- THE TASK -
Every line of the data should be output word for word.

- EXERCISE MATERIAL -
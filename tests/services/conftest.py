"""A small instance: an organisation, a technician, one site with a supply, a system and its gauge."""

from __future__ import annotations

from collections.abc import Callable
from datetime import UTC, date, datetime
from pathlib import Path
from uuid import UUID

import msgspec
import pytest

from fieldlog.procedures.compose import compose
from fieldlog.procedures.design_record import Demand, DesignRecord
from fieldlog.procedures.fields import PressureReading
from fieldlog.procedures.flow_test import FlowPoint, FlowTest
from fieldlog.procedures.gauge import Gauge
from fieldlog.procedures.main_drain_test import MainDrainTest
from fieldlog.procedures.organisation import Organisation
from fieldlog.procedures.person import Person
from fieldlog.procedures.site import Site
from fieldlog.procedures.supply import Supply
from fieldlog.procedures.system import Drain, System
from fieldlog.records.entries import Arrival, IntakeResult
from fieldlog.services import instance as instances
from fieldlog.services import intake
from fieldlog.services.instance import Instance
from fieldlog.settings import Settings
from fieldlog.units import Diameter, Flow, Pressure

AT = datetime(2026, 5, 6, 9, 30, tzinfo=UTC)
DRAIN = Drain(id="main drain", size=Diameter(value="2", unit="in"))
WHEN = "2026-05-06T09:30:00Z"


def uid(number: int) -> str:
    return str(UUID(int=0x5EED << 96 | number, version=4))


ORGANISATION, PERSON, SITE, SUPPLY, SYSTEM, GAUGE = (uid(number) for number in range(11, 17))


def psi(value: str, gauge: str | None = GAUGE) -> PressureReading:
    return PressureReading(value=value, unit="psi", gauge=gauge)


def drain_test(on: date, static: str, residual: str, **more: object) -> MainDrainTest:
    return msgspec.structs.replace(
        MainDrainTest(
            performed_on=on, static_before=psi(static), residual=psi(residual), static_after=psi(static), steady=True,
            fully_open=True, took_full_flow=True, drain_unchanged=True, pump_state="none",
        ),
        **more,
    )  # fmt: skip


class Office:
    """Composes and takes in entries, as the office of the small instance would."""

    def __init__(self, instance: Instance) -> None:
        self.instance = instance
        self.number = 100

    def text(self, kind: str, body: msgspec.Struct, **more: object) -> str:
        self.number += 1
        given = {"uid": uid(self.number), "author": ORGANISATION, "made_at": WHEN, "site": SITE, **more}
        return compose(kind, body, **given)  # type: ignore[arg-type]

    def take(self, *texts: str, authority: intake.Authority = intake.OFFICE) -> IntakeResult:
        arrivals = [Arrival(text) for text in texts]
        return intake.take_in(self.instance.connection, arrivals, "import", WHEN, authority)

    def enter(self, kind: str, body: msgspec.Struct, **more: object) -> str:
        text = self.text(kind, body, **more)
        result = self.take(text)
        assert not result.refused, result.refused
        return result.receipts[0].uid


@pytest.fixture
def office(tmp_path: Path) -> Office:
    made = instances.create_instance(Settings(tmp_path / "instance"))
    instances.found_organisation(made, Organisation(name="Contractor"), uid=ORGANISATION, at=AT)
    office = Office(made)
    office.enter("person", Person(name="Technician A"), uid=PERSON, site=None)
    office.enter("site", Site(name="Harbour Cold Store"), uid=SITE, site=None)
    office.enter("supply", Supply(name="Quay main", kind="public_main"), uid=SUPPLY)
    office.enter("system", System(name="Wet system 2", type="wet", supply=SUPPLY, drain=DRAIN), uid=SYSTEM)
    gauge = Gauge(
        name="G-14", of="system", side="supply", taps="riser", range=Pressure(value="200", unit="psi"),
        division=Pressure(value="1", unit="psi"), grade="B",
    )  # fmt: skip
    office.enter("gauge", gauge, uid=GAUGE, system=SYSTEM)
    return office


@pytest.fixture
def history(office: Office) -> Callable[[], None]:
    """Enter a demand, a flow test at the riser and six annual drain tests."""

    def enter() -> None:
        demand = Demand(flow=Flow(value="300", unit="gpm"), pressure=Pressure(value="35", unit="psi"))
        office.enter("design_record", DesignRecord(demand=demand, includes_inside_hose="yes"), system=SYSTEM)
        point = FlowPoint(residual=psi("61"), flow=Flow(value="900", unit="gpm"))
        test = FlowTest(
            performed_on=date(2025, 4, 3), supply=SUPPLY, at="base_of_riser", static=psi("81"), points=(point,)
        )
        office.enter("flow_test", test)
        for year, residual in zip(range(2020, 2026), ("66", "67", "65", "66", "67", "66"), strict=True):
            body = drain_test(date(year, 4, 3), "81", residual, standing="acceptance" if year == 2020 else "routine")
            office.enter("main_drain_test", body, system=SYSTEM)

    return enter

- REPLY -
filename tests/services/conftest.py
"""A small instance: an organisation, a technician, one site with a supply, a system and its gauge."""

from __future__ import annotations

from collections.abc import Callable
from datetime import UTC, date, datetime
from pathlib import Path
from uuid import UUID

import msgspec
import pytest

from fieldlog.procedures.compose import compose
from fieldlog.procedures.design_record import Demand, DesignRecord
from fieldlog.procedures.fields import PressureReading
from fieldlog.procedures.flow_test import FlowPoint, FlowTest
from fieldlog.procedures.gauge import Gauge
from fieldlog.procedures.main_drain_test import MainDrainTest
from fieldlog.procedures.organisation import Organisation
from fieldlog.procedures.person import Person
from fieldlog.procedures.site import Site
from fieldlog.procedures.supply import Supply
from fieldlog.procedures.system import Drain, System
from fieldlog.records.entries import Arrival, IntakeResult
from fieldlog.services import instance as instances
from fieldlog.services import intake
from fieldlog.services.instance import Instance
from fieldlog.settings import Settings
from fieldlog.units import Diameter, Flow, Pressure

AT = datetime(2026, 5, 6, 9, 30, tzinfo=UTC)
DRAIN = Drain(id="main drain", size=Diameter(value="2", unit="in"))
WHEN = "2026-05-06T09:30:00Z"


def uid(number: int) -> str:
    return str(UUID(int=0x5EED << 96 | number, version=4))


ORGANISATION, PERSON, SITE, SUPPLY, SYSTEM, GAUGE = (uid(number) for number in range(11, 17))


def psi(value: str, gauge: str | None = GAUGE) -> PressureReading:
    return PressureReading(value=value, unit="psi", gauge=gauge)


def drain_test(on: date, static: str, residual: str, **more: object) -> MainDrainTest:
    return msgspec.structs.replace(
        MainDrainTest(
            performed_on=on, static_before=psi(static), residual=psi(residual), static_after=psi(static), steady=True,
            fully_open=True, took_full_flow=True, drain_unchanged=True, pump_state="none",
        ),
        **more,
    )  # fmt: skip


class Office:
    """Composes and takes in entries, as the office of the small instance would."""

    def __init__(self, instance: Instance) -> None:
        self.instance = instance
        self.number = 100

    def text(self, kind: str, body: msgspec.Struct, **more: object) -> str:
        self.number += 1
        given = {"uid": uid(self.number), "author": ORGANISATION, "made_at": WHEN, "site": SITE, **more}
        return compose(kind, body, **given)  # type: ignore[arg-type]

    def take(self, *texts: str, authority: intake.Authority = intake.OFFICE) -> IntakeResult:
        arrivals = [Arrival(text) for text in texts]
        return intake.take_in(self.instance.connection, arrivals, "import", WHEN, authority)

    def enter(self, kind: str, body: msgspec.Struct, **more: object) -> str:
        text = self.text(kind, body, **more)
        result = self.take(text)
        assert not result.refused, result.refused
        return result.receipts[0].uid


@pytest.fixture
def office(tmp_path: Path) -> Office:
    made = instances.create_instance(Settings(tmp_path / "instance"))
    instances.found_organisation(made, Organisation(name="Contractor"), uid=ORGANISATION, at=AT)
    office = Office(made)
    office.enter("person", Person(name="Technician A"), uid=PERSON, site=None)
    office.enter("site", Site(name="Harbour Cold Store"), uid=SITE, site=None)
    office.enter("supply", Supply(name="Quay main", kind="public_main"), uid=SUPPLY)
    office.enter("system", System(name="Wet system 2", type="wet", supply=SUPPLY, drain=DRAIN), uid=SYSTEM)
    gauge = Gauge(
        name="G-14", of="system", side="supply", taps="riser", range=Pressure(value="200", unit="psi"),
        division=Pressure(value="1", unit="psi"), grade="B",
    )  # fmt: skip
    office.enter("gauge", gauge, uid=GAUGE, system=SYSTEM)
    return office


@pytest.fixture
def history(office: Office) -> Callable[[], None]:
    """Enter a demand, a flow test at the riser and six annual drain tests."""

    def enter() -> None:
        demand = Demand(flow=Flow(value="300", unit="gpm"), pressure=Pressure(value="35", unit="psi"))
        office.enter("design_record", DesignRecord(demand=demand, includes_inside_hose="yes"), system=SYSTEM)
        point = FlowPoint(residual=psi("61"), flow=Flow(value="900", unit="gpm"))
        test = FlowTest(
            performed_on=date(2025, 4, 3), supply=SUPPLY, at="base_of_riser", static=psi("81"), points=(point,)
        )
        office.enter("flow_test", test)
        for year, residual in zip(range(2020, 2026), ("66", "67", "65", "66", "67", "66"), strict=True):
            body = drain_test(date(year, 4, 3), "81", residual, standing="acceptance" if year == 2020 else "routine")
            office.enter("main_drain_test", body, system=SYSTEM)

    return enter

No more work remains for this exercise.